Saved entries:

// The pieces of scripts/load-test.ts that decide its figures and its requests.
import { describe, expect, test } from 'vitest';
import { encodeCommit, makeUpload } from '@/scripts/load/plate-uploads';
import { hiddenFields } from '@/scripts/load/sign-in';
import { groupFigures, missedTargets, percentile } from '@/scripts/load/summary';

describe('load test figures', () => {
  // Nearest-rank worked example of the Wikipedia article "Percentile" (list 15, 20, 35, 40, 50).
  test.each([
    [5, 15],
    [30, 20],
    [40, 20],
    [50, 35],
    [100, 50],
  ])('percentile %i of 15, 20, 35, 40, 50 is %i', (p, value) => {
    expect(percentile([15, 20, 35, 40, 50], p)).toBe(value);
  });

  test('errors count refused answers, socket errors and timeouts; targets name what was missed', () => {
    const samples = [200, 200, 201, 500, 307].map((status, i) => ({ route: 'r', status, ms: 10 * (i + 1) }));
    const figures = groupFigures({ samples, socketErrors: 1, timeouts: 2, seconds: 2, firstRefusals: [] });
    expect(figures).toMatchObject({
      answers: 5,
      perSecond: 2.5,
      non2xx: 2,
      statuses: { 500: 1, 307: 1 },
      errors: 5,
      p50: 30,
      max: 50,
    });
    expect(missedTargets(figures, null, 100)).toEqual(['5 read error(s)']);
    expect(missedTargets({ ...figures, errors: 0 }, { ...figures, errors: 0 }, 40)).toEqual([
      'reads p95 50.0 ms is not under 40 ms',
    ]);
    expect(missedTargets(null, { ...figures, errors: 0 }, 40)).toEqual([]);
    expect(missedTargets({ ...figures, answers: 0, errors: 0 }, null, 40)).toEqual(['no read was answered']);
  });
});

describe('load test requests', () => {
  test('the sign-in form yields its hidden fields with entities decoded', () => {
    const html =
      '<form action="" method="POST"><input type="hidden" name="$ACTION_REF_1"/>' +
      '<input type="hidden" name="$ACTION_1:0" value="{&quot;id&quot;:&quot;abc&quot;}"/><input id="email" type="email" name="email"/></form>';
    expect(hiddenFields(html)).toEqual([
      ['$ACTION_REF_1', ''],
      ['$ACTION_1:0', '{"id":"abc"}'],
    ]);
  });

  test('uploads differ in content and label, and the same number and seed give the same file', () => {
    const uploads = Array.from({ length: 8 }, (_, n) => makeUpload(n, 1234, 'T'));
    expect(new Set(uploads.map((u) => u.sha256)).size).toBe(8);
    expect(uploads.map((u) => u.label)).toEqual([
      'T-0001',
      'T-0002',
      'T-0003',
      'T-0004',
      'T-0005',
      'T-0006',
      'T-0007',
      'T-0008',
    ]);
    expect(makeUpload(3, 1234, 'T').sha256).toBe(uploads[3]!.sha256);
  });

  test('a commit body reads back as the form the import page sends', async () => {
    const upload = makeUpload(2, 99, 'T');
    const { body, contentType } = encodeCommit(upload, {
      screenId: 'screen-id',
      sheet: 'Readouts',
      mapping: { version: 1, note: 'a "quoted" word' },
    });
    const form = await new Response(new Uint8Array(body), {
      headers: { 'content-type': contentType },
    }).formData();
    expect(Object.fromEntries([...form.entries()].filter(([key]) => key !== 'file'))).toEqual({
      screenId: 'screen-id',
      sheet: 'Readouts',
      mapping: '{"version":1,"note":"a \\"quoted\\" word"}',
      format: '',
      label: 'T-0003',
    });
    const file = form.get('file') as File;
    expect(file.name).toBe(upload.plan.file);
    expect(new Uint8Array(await file.arrayBuffer())).toEqual(upload.bytes);
  });
});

Exercise aim
The lines above that hold the word "encodeCommit" need counting; write the count and nothing more.

Solved problem
2